_WHAT YOU NEED TO DO_. Keep to one stretch of the data below, the lines from the one with "samplePayload, signIn, testDb" up to and including the one with "blob: new Blob([new", and return that stretch exactly.

*** Opening of INPUT RECORDS ***

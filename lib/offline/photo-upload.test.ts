import { afterEach, describe, expect, it, vi } from "vitest";
import { saveRecord } from "./outbox";
import { PHOTO_NO_CONNECTION, uploadPhotos } from "./photo-upload";
import { samplePayload, signIn, testDb } from "./test-support";

afterEach(() => {
  vi.unstubAllGlobals();
});

describe("uploadPhotos without a connection", () => {
  it("keeps the photo and says so in words, not the browser's 'Failed to fetch'", async () => {
    const { db } = testDb();
    await signIn(db);
    const s = samplePayload();
    await saveRecord(db, { ...s, authorName: "Test Crew", local: null });
    await db.records.update(s.recordId, { syncState: "synced" });
    await db.photos.add({
      id: crypto.randomUUID(),
      recordId: s.recordId,
      projectId: s.payload.projectId,
      blob: new Blob([new Uint8Array([0xff, 0xd8, 0xff])], { type: "image/jpeg" }),
      contentType: "image/jpeg",
      sizeBytes: 3,
      width: 1,
      height: 1,
      takenAt: new Date().toISOString(),
      state: "queued",
      uploadedBytes: 0,
    });
    vi.stubGlobal("fetch", async () => {
      throw new TypeError("Failed to fetch");
    });
    await uploadPhotos(db);
    const [photo] = await db.photos.toArray();
    expect(photo).toMatchObject({ state: "failed", lastError: PHOTO_NO_CONNECTION });
    db.close();
  });
});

*** Close of INPUT RECORDS ***

_REPLY TO THE TASK_.
import { samplePayload, signIn, testDb } from "./test-support";

afterEach(() => {
  vi.unstubAllGlobals();
});

describe("uploadPhotos without a connection", () => {
  it("keeps the photo and says so in words, not the browser's 'Failed to fetch'", async () => {
    const { db } = testDb();
    await signIn(db);
    const s = samplePayload();
    await saveRecord(db, { ...s, authorName: "Test Crew", local: null });
    await db.records.update(s.recordId, { syncState: "synced" });
    await db.photos.add({
      id: crypto.randomUUID(),
      recordId: s.recordId,
      projectId: s.payload.projectId,
      blob: new Blob([new Uint8Array([0xff, 0xd8, 0xff])], { type: "image/jpeg" }),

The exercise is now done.